12.29.12 @ 5:08PM Tags : , , , , , ,

Exercising micromanagement and fine-tune control over the minutia of scenery is a must in filmmaking for all but the most hardcore run-and-gun-style productions. It’s not very often, however, that you see production-level set design and construction, prop manipulation down to the inch, or cinema lighting used to illuminate deep lived-in landscapes in still photography. Gregory Crewdson does just this, implementing an unheard-of degree of visionary control upon the constituents of his still frames — the image at left, for one, is no incidental happenstance. Filmmaker Ben Shapiro has documented Crewdson’s decade-spanning pursuit of creating true-to-life vignettes by fictitious articulation in Brief Encounters — screenings are limited, but the doc looks to be a must-see. Watch the trailer and some clips from the film below.


The word that popped into my head, which wouldn’t dissipate for some time after viewing, was simply, “Wow.” It may be needless to say, but I’ve been on many a film production without the degree of artistic manipulation Crewdson achieves here. That may be because traditionally, a crew that spends considerable time and energy to set up the perfect shot (nature permitting and all, sunsets are important) can take comfort in the fact their work lives on a lot of pictures — generally, you know, around 24 a second. Followed by other shots, coverage, and a resultant living and moving scene. Here, a living scene is certainly created, but on a scale all its own. The scene is the still, the unmoving master — and everything the viewer needs to know, see, and feel has been crafted and instilled into it.

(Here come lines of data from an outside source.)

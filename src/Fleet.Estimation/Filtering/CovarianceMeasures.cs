namespace Fleet.Estimation.Filtering;

/// <summary>Scalar summaries of a row-major covariance matrix whose first two axes are site x and y.</summary>
public static class CovarianceMeasures
{
    /// <summary>
    /// Largest standard deviation (m) of the 2×2 horizontal block of the <paramref name="n"/>×<paramref name="n"/>
    /// covariance <paramref name="p"/>: the square root of its larger eigenvalue, closed form for a symmetric 2×2.
    /// A negative eigenvalue (numerical noise) gives 0; NaN entries give NaN.
    /// </summary>
    public static double HorizontalSigma(ReadOnlySpan<double> p, int n)
    {
        var a = p[0];
        var b = p[1];
        var d = p[n + 1];
        var half = 0.5 * (a + d);
        var disc = Math.Sqrt((0.25 * (a - d) * (a - d)) + (b * b));
        return Math.Sqrt(Math.Max(0, half + disc));
    }
}
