using Fleet.Estimation.Geometry;

namespace Fleet.Estimation.Filtering;

/// <summary>Which process model a robot's filter runs.</summary>
public enum MotionModelKind
{
    /// <summary>3-D constant velocity with white-acceleration noise; state (x, y, z, vx, vy, vz). For TDOA-only tags.</summary>
    ConstantVelocity3D,

    /// <summary>Planar odometry-driven ground robot; state (x, y, z, yaw); inputs forward speed and yaw rate.</summary>
    PlanarOdometry,
}

/// <summary>Cost used by the measurement update.</summary>
public enum RobustKernel
{
    /// <summary>Plain least squares: every measurement at full weight (no gate unless configured). For comparison only.</summary>
    LeastSquares,
    Huber,
    Cauchy,
    Tukey,
}

/// <summary>What the filter did with one measurement.</summary>
public enum UpdateOutcome
{
    Accepted,
    DownWeighted,
    Rejected,

    /// <summary>Held for initialisation (the filter has no estimate yet).</summary>
    Buffered,

    /// <summary>Valid, but not used by the robot's motion model (odometry for a constant-velocity filter).</summary>
    Ignored,
}

/// <summary>Why a measurement was rejected (or <see cref="None"/>).</summary>
public enum RejectionReason
{
    None,
    NonFinite,
    UnknownAnchor,
    SameAnchor,
    TooLate,
    TooFarInFuture,
    ImpossibleValue,
    ChiSquareGate,
    ZeroWeight,
    NotInitialised,

    /// <summary>Same kind, time and anchors as a measurement the filter already holds (a re-sent batch): using it twice would double its information.</summary>
    Duplicate,
}

/// <summary>
/// Result of submitting one measurement. No allocation. <see cref="StandardizedInnovation"/> is the signed prior
/// innovation over its predicted sigma, (z − h(x⁻))/√S, for TDOAs that reached the update (NaN otherwise); its square
/// is <see cref="NormalizedInnovationSquared"/>.
/// </summary>
public readonly record struct UpdateResult(UpdateOutcome Outcome, RejectionReason Reason, double Weight, double NormalizedInnovationSquared, double StandardizedInnovation = double.NaN)
{
    public static UpdateResult Reject(RejectionReason reason) => new(UpdateOutcome.Rejected, reason, 0, double.NaN);
}

/// <summary>Coarse health of a robot's track.</summary>
public enum TrackingState
{
    /// <summary>Collecting measurements for a first fix.</summary>
    Acquiring,

    /// <summary>Converged and consistent.</summary>
    Locked,

    /// <summary>Running but with large uncertainty or many recent rejections.</summary>
    Uncertain,

    /// <summary>Diverged or starved of data; waiting to re-acquire.</summary>
    Lost,
}

/// <summary>
/// A pose estimate at <see cref="Time"/> (s). <see cref="Position"/> is the robot reference point and
/// <see cref="TagPosition"/> the tag (reference point + R(yaw)·lever arm), both in the site frame (m).
/// For a constant-velocity tag-only filter both are the tag. <see cref="Covariance"/> is 7×7 row-major over
/// (x, y, z, yaw, vx, vy, vz) of the reference point in the site frame (m, rad, m/s); entries a model does not
/// estimate are zero with the diagonal set to <see cref="PoseEstimate.UnobservedVariance"/>.
/// </summary>
public sealed class PoseEstimate
{
    public const int Dimension = 7;
    public const double UnobservedVariance = 1e6;

    public double Time { get; set; }
    public Vector3D Position { get; set; }
    public Vector3D TagPosition { get; set; }
    public double Yaw { get; set; }
    public Vector3D Velocity { get; set; }
    public double[] Covariance { get; } = new double[Dimension * Dimension];
    public TrackingState State { get; set; }

    /// <summary>Fraction of the recent measurements that were rejected (0–1).</summary>
    public double RecentRejectionRatio { get; set; }

    public double this[int row, int col] => Covariance[(row * Dimension) + col];
}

It’s worth reiterating — this amount of design and preparation is for a single, perfect still image:

I’ll include a final clip — this one details the genesis of Crewdson’s part-staged part-natural stylings, and how crisis can birth (and maybe even be alleviated by) a singular creative vision:

If this incredible creative process and accomplishment interests you, be sure to check out Gregory Crewdson: Brief Encounters‘s website, where you can find one of the limited screenings near you, as well as reserve yourself a seat.

Links:

[via The Verge]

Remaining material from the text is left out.